» Task
Which lines of the listing hold the string "strerror"? Copy those lines.

___ Source records

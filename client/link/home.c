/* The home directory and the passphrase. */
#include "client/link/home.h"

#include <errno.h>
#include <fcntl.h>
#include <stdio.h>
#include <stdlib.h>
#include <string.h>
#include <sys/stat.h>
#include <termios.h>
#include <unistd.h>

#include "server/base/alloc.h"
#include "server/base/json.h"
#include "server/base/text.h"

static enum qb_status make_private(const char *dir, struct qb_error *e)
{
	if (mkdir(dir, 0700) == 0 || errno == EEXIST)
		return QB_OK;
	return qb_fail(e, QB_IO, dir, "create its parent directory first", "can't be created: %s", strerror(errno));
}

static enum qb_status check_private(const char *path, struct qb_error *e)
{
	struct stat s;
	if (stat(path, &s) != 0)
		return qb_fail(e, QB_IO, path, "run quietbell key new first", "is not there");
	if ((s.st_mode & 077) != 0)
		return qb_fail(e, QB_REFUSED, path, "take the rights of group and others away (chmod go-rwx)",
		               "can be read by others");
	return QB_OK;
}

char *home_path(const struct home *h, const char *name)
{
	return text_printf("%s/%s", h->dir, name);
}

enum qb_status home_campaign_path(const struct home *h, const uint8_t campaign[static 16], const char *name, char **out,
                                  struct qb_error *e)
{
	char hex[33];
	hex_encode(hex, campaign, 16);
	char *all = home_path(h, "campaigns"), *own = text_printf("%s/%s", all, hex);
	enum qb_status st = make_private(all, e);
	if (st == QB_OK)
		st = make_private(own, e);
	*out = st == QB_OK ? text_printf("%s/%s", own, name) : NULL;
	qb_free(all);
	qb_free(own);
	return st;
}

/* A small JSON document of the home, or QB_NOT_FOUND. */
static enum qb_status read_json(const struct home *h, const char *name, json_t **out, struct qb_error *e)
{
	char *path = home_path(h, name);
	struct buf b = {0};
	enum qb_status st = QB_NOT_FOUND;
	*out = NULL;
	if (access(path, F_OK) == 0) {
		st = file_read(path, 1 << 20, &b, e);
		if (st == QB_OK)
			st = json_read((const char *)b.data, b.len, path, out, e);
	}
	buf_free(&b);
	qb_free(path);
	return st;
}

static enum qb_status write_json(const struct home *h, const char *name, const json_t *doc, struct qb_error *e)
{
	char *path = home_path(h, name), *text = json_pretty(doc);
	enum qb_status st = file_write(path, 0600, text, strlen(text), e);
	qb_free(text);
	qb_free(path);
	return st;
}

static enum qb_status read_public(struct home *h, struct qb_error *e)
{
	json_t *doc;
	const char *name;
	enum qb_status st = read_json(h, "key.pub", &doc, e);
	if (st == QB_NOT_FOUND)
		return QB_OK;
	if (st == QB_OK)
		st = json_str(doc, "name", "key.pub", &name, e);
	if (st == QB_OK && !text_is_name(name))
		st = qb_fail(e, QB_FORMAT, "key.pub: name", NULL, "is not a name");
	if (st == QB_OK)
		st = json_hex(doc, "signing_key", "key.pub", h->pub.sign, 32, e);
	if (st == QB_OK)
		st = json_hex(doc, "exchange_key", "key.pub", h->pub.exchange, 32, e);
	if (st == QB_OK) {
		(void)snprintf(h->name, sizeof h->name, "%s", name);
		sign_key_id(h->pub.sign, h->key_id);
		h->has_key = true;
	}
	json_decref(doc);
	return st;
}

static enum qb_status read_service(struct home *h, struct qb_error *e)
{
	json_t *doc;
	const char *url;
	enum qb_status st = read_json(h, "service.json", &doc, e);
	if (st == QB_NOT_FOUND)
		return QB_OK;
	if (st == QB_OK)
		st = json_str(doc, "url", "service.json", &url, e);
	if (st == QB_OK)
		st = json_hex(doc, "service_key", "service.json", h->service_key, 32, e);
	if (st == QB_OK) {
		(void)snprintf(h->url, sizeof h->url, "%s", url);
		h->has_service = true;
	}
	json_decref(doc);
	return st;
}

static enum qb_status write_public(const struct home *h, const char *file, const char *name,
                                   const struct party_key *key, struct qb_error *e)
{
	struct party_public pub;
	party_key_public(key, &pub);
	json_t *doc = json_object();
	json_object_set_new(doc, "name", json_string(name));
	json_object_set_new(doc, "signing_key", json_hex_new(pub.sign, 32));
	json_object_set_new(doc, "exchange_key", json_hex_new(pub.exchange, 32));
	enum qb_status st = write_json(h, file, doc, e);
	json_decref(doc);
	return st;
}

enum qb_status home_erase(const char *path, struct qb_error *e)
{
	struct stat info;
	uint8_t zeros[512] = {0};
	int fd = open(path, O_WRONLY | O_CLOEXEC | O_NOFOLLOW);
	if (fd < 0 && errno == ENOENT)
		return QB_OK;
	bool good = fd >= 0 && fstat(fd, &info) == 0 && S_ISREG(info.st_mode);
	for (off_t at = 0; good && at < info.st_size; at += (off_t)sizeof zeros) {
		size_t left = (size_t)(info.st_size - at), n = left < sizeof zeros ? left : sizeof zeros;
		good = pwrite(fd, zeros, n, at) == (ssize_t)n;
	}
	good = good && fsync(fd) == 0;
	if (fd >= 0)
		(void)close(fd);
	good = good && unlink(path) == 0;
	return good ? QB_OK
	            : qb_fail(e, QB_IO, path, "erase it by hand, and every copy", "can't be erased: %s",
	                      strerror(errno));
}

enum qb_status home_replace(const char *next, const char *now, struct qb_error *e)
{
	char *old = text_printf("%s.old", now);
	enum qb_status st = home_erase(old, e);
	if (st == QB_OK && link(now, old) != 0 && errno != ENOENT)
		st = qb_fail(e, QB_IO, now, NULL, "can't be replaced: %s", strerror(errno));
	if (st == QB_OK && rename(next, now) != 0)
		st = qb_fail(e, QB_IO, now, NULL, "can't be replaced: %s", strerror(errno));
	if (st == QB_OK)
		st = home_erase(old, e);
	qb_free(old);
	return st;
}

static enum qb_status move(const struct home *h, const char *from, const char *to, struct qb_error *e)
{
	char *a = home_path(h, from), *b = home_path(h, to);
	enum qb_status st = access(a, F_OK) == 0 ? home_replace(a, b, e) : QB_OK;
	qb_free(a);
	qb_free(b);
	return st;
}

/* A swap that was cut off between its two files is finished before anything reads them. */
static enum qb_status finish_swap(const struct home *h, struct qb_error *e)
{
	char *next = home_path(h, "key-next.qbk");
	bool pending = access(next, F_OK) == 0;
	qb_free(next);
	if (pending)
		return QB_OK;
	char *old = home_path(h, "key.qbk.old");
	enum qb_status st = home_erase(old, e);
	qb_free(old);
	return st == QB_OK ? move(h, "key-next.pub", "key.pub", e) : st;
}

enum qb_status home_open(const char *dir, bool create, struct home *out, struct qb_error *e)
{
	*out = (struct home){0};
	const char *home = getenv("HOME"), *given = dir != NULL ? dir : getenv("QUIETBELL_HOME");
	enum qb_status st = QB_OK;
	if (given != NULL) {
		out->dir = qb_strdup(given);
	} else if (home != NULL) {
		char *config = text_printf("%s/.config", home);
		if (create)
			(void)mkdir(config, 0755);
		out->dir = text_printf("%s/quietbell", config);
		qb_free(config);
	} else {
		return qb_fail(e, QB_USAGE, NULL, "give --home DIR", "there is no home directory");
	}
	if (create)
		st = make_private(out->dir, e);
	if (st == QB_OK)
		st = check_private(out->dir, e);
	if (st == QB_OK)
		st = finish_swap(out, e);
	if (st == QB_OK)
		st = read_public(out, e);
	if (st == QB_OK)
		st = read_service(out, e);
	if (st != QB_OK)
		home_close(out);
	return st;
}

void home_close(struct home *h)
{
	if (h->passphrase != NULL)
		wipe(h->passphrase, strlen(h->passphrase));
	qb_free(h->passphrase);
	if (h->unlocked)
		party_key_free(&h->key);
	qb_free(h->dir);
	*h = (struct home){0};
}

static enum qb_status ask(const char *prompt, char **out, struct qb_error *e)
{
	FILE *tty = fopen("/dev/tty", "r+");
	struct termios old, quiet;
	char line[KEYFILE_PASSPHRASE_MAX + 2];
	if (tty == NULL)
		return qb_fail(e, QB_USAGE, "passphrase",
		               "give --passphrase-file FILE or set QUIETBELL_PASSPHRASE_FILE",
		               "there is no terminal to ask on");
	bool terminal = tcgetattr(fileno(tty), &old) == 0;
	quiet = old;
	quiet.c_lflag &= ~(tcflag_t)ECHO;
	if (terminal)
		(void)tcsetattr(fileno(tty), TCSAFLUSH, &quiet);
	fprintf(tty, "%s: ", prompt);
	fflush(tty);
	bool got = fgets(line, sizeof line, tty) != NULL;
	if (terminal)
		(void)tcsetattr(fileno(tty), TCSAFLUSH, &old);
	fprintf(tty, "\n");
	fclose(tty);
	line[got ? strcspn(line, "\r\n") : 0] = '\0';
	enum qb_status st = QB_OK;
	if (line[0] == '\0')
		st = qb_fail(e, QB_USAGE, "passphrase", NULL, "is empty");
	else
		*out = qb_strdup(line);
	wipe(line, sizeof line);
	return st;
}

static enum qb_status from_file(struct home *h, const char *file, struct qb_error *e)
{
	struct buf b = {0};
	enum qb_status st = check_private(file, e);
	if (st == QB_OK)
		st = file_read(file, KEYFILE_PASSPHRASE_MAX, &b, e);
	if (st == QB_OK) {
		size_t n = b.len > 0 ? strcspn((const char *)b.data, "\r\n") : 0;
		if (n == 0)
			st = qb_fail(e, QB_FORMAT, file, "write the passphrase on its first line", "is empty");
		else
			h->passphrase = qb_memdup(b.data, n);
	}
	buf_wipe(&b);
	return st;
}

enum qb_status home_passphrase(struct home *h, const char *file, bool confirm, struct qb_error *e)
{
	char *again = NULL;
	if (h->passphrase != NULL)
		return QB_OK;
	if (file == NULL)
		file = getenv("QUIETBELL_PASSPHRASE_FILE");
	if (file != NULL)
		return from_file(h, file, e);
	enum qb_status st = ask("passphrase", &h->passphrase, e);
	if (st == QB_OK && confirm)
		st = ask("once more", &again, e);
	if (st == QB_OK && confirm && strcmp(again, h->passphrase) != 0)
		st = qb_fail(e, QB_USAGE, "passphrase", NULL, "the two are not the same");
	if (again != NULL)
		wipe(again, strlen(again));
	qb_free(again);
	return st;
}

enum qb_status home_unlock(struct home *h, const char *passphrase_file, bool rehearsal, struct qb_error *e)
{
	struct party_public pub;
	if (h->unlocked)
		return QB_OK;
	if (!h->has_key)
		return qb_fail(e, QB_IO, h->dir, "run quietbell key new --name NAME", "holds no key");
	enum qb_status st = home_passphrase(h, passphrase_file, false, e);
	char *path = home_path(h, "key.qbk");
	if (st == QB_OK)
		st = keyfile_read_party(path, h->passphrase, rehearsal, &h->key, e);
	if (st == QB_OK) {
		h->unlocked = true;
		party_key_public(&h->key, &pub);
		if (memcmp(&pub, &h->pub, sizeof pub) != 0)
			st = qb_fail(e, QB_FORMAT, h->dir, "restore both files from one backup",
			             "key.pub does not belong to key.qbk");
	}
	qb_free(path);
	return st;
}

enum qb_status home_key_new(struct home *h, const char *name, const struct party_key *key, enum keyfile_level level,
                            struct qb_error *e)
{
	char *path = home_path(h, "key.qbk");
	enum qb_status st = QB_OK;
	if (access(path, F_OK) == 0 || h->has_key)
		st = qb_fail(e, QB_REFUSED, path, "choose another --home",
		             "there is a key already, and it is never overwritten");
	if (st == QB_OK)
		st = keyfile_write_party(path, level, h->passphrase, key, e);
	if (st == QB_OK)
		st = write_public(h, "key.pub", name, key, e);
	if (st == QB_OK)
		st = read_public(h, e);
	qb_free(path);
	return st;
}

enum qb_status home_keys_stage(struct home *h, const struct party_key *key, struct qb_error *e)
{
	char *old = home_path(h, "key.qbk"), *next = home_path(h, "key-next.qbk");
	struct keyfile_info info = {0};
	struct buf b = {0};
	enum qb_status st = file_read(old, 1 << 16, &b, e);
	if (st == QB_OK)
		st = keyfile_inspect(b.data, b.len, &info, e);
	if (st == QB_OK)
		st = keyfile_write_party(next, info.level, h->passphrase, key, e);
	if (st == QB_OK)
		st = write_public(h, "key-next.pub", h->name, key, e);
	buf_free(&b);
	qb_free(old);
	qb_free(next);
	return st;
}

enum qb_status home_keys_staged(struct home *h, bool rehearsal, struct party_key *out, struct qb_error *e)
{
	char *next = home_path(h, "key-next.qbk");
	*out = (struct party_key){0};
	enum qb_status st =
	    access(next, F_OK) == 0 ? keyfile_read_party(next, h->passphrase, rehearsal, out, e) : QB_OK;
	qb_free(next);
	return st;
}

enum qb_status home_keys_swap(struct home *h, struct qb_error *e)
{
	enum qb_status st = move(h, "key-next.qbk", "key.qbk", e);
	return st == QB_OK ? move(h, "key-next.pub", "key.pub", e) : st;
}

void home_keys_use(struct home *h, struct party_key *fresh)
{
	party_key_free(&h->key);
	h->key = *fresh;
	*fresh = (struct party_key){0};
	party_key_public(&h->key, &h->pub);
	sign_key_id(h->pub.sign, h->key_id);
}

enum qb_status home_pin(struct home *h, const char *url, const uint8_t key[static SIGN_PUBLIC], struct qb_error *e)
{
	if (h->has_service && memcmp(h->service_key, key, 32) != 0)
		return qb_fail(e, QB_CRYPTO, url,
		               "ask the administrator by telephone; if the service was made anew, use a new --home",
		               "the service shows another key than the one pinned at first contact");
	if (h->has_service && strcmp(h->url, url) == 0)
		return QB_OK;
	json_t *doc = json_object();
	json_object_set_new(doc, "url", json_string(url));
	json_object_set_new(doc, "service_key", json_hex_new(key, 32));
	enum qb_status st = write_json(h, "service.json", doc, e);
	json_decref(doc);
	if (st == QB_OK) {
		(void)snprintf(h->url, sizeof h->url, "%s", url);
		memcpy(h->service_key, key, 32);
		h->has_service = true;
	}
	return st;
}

______

» Answer section
	return qb_fail(e, QB_IO, dir, "create its parent directory first", "can't be created: %s", strerror(errno));
	                      strerror(errno));
		st = qb_fail(e, QB_IO, now, NULL, "can't be replaced: %s", strerror(errno));
		st = qb_fail(e, QB_IO, now, NULL, "can't be replaced: %s", strerror(errno));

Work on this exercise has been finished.